This video made me want an andis instead of the wahl. It is just one persons opinion, but the pulse li 5 is $140 right now on Amazon and they take the exact same blades. I have the wahl combs as well. I haven’t tried the bravura, but the pulse has been just fine in my fairly limited use.


----------



## Asta's Mom (Aug 20, 2014)

Andis & Wahl both have good reputations. Just looking at the Wahl - I found at StateLine tack :


https://www.statelinetack.com/item/wahl-bravura-lithium-ion-clipper/E010531/?srccode=ADSLPH&gclid=EAIaIQobChMIibC547OB8AIVF52zCh3FlgKzEAMYASAAEgJBCvD_BwE


I have dealt with State Line for many years, back to when I had horses.. They also sell the Andis


https://www.statelinetack.com/Search.aspx?query=Andis%20Agc%202-Speed


.


----------



## 94Magna_Tom (Feb 23, 2021)

Starvt said:


> You will be fine at every six weeks. Especially with a short cut- the biggest thing is making sure mats don't develop. It's not rocket science, just takes work to condition a pup to accept grooming and making it part of your schedule.


And brushing and combing is the preventative maintenance for mats, right?


----------



## Starvt (Nov 5, 2019)

94Magna_Tom said:


> And brushing and combing is the preventative maintenance for mats, right?


You got it! A metal greyhound comb is your best friend. I could probably get away with only using a comb if I lost everything else.


----------



## Apricot mini momma (Dec 22, 2020)

PeggyTheParti said:


> Here’s a freshly groomed Peggy


oh my Peggy looks SOooooo beautiful freshly groomed. Great pic 👍😃


----------



## Rose n Poos (Sep 22, 2017)

Sounds like supply is still tight almost a year later. The Bravura is probably the most frequently mentioned here but these other Wahl's (except the Arco Vet - surgical length blade only) may give some additional possibilities. The non-Vet Arco is an older style using NIMH batteries (you get two). You can see the primary differences in the image. A few of us have the other versions. 










I'd agree with looking at Andis too. As an amateur groomer, I prefer the corded/cordless option and the 5 in 1 blade with the steel comb set. I think all of these are that.
I have a small grooming table but much prefer clipping outside whenever the weather permits. Clean up is soooo much easier . I can make another dog with what comes off....OH NOOOOO!


----------



## cowpony (Dec 30, 2009)

94Magna_Tom said:


> And brushing and combing is the preventative maintenance for mats, right?

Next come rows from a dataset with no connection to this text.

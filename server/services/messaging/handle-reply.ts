import { and, eq, inArray, isNull, or } from 'drizzle-orm'
import { inboundTexts, messageEvents, messages } from '#server/db/schema/index'
import { mayWrite, replySites } from '#server/policies/messaging'
import { appendAudit } from '#server/services/audit/append-audit'
import { notifyLive } from '#server/services/audit/notify-live'
import type { ServiceContext } from '#server/services/context'
import { DomainError } from '#shared/domain/errors'

/** Takes a reply off the list, with what was done. The first of two people who do so is kept; the other is told. */
export async function handleReply(ctx: ServiceContext, input: { id: string, words: string }): Promise<void> {
  const siteId = await ctx.db.transaction(async (tx) => {
    const sites = replySites(ctx.actor)
    const [row] = await tx.select().from(inboundTexts).where(and(eq(inboundTexts.id, input.id), or(inArray(inboundTexts.siteId, sites), isNull(inboundTexts.siteId)))).for('update')
    if (!row || !sites.length) throw new DomainError('messaging.not-found', 'There is no such reply.')
    if (row.siteId ? !mayWrite(ctx.actor, row.siteId) : !sites.some(site => mayWrite(ctx.actor, site))) throw new DomainError('messaging.not-allowed', 'You may not settle replies at this site.')
    const [handled] = await tx.update(inboundTexts).set({ handledBy: ctx.actor.personId, handledAt: ctx.now, handledWords: input.words }).where(and(eq(inboundTexts.id, row.id), isNull(inboundTexts.handledAt))).returning({ id: inboundTexts.id })
    if (!handled) throw new DomainError('messaging.stale', 'Somebody settled this reply meanwhile.', { detail: { current: { handledAt: row.handledAt?.toISOString(), handledWords: row.handledWords } } })
    await appendAudit(tx, { at: ctx.now, event: 'messaging.reply-handled', personId: ctx.actor.personId, subjectKind: 'reply', subjectId: row.id, siteId: row.siteId })
    return row.siteId
  })
  await notifyLive(ctx.db, 'message', siteId, [input.id])
}

/** A message that reached nobody, or that may only be a call, was settled by telephone. */
export async function settleMessage(ctx: ServiceContext, input: { id: string, words: string }): Promise<void> {
  const siteId = await ctx.db.transaction(async (tx) => {
    const [row] = await tx.select().from(messages).where(and(eq(messages.id, input.id), inArray(messages.siteId, replySites(ctx.actor)))).for('update')
    if (!row?.siteId) throw new DomainError('messaging.not-found', 'There is no such message.')
    if (!mayWrite(ctx.actor, row.siteId)) throw new DomainError('messaging.not-allowed', 'You may not settle messages at this site.')
    if (row.state !== 'failed' && row.state !== 'held') throw new DomainError('messaging.stale', 'This message was settled meanwhile.', { detail: { current: { state: row.state } } })
    await tx.update(messages).set({ state: 'withdrawn' }).where(eq(messages.id, row.id))
    await tx.insert(messageEvents).values({ messageId: row.id, at: ctx.now, kind: 'settled', detail: { words: input.words, by: ctx.actor.personId } })
    await appendAudit(tx, { at: ctx.now, event: 'messaging.reply-handled', personId: ctx.actor.personId, subjectKind: 'message', subjectId: row.id, siteId: row.siteId })
    return row.siteId
  })
  await notifyLive(ctx.db, 'message', siteId, [input.id])
}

Yes. However, the coat change period (+/- 12 months) will make it very difficult to keep ahead of the mats. I had my first pair clipped very short at that time. Galen started his coat change in the dead of winter, so I didn't want to do a shave down on him. It was a tough period; we are just getting out of it now.


----------



## 94Magna_Tom (Feb 23, 2021)

Coat change is shedding, right?


----------



## Rose n Poos (Sep 22, 2017)

LOL, if only . Coat change is more literal, from puppy fluff to poodle curls.

puppy fluff









to change in progress. The formerly straightish hair changes to curly on the same strand, from the skin outward. At this stage, if you keep the hair this long, it will tangle on itself as soon as you finish drawing the comb thru. This is when many stop fighting the discomfort for the pup, trying to keep them tangle or mat-free, and just trim them quite short, body and legs. TK, ears, and tail fluff is usually ok to leave longer but still require frequent combing out.


















to mostly adult coat. His coat is not an example of a good quality coat but his light color is easier to see. His curls are fairly loose.


----------



## a2girl (Oct 4, 2020)

PeggyTheParti said:


> Here’s a freshly groomed Peggy:
> 
> View attachment 475752
> 
> ...


I’m learning and would like to know how short Peggy’s coat is after grooming. What blade # do you use?


----------



## 94Magna_Tom (Feb 23, 2021)

Rose n Poos said:


> LOL, if only . Coat change is more literal, from puppy fluff to poodle curls.
> 
> puppy fluff
> View attachment 475794
> ...


Thanks Rose. I've seen much talk of coat change, but never a detailed description of it. So, in a nutshell, at some point in their youth, the new hair grows out in a much curlier manner? Is this drawing a fair representation?


----------



## Skylar (Jul 29, 2016)

That's an excellent drawing to show what happens. The new adult curls tangles with the puppy texture.


----------



## PeggyTheParti (Sep 5, 2019)

a2girl said:


> I’m learning and would like to know how short Peggy’s coat is after grooming. What blade # do you use?


This was a professional groom, so I’m not sure. Maybe a 4?


----------



## Phaz23 (May 31, 2020)

94Magna_Tom said:


> He looks great! So why all the hubbub about it being so important to HV dry them before clipping? Is this just for a showy froo froo look? Everything I've seen seems to say it's (practically) critical!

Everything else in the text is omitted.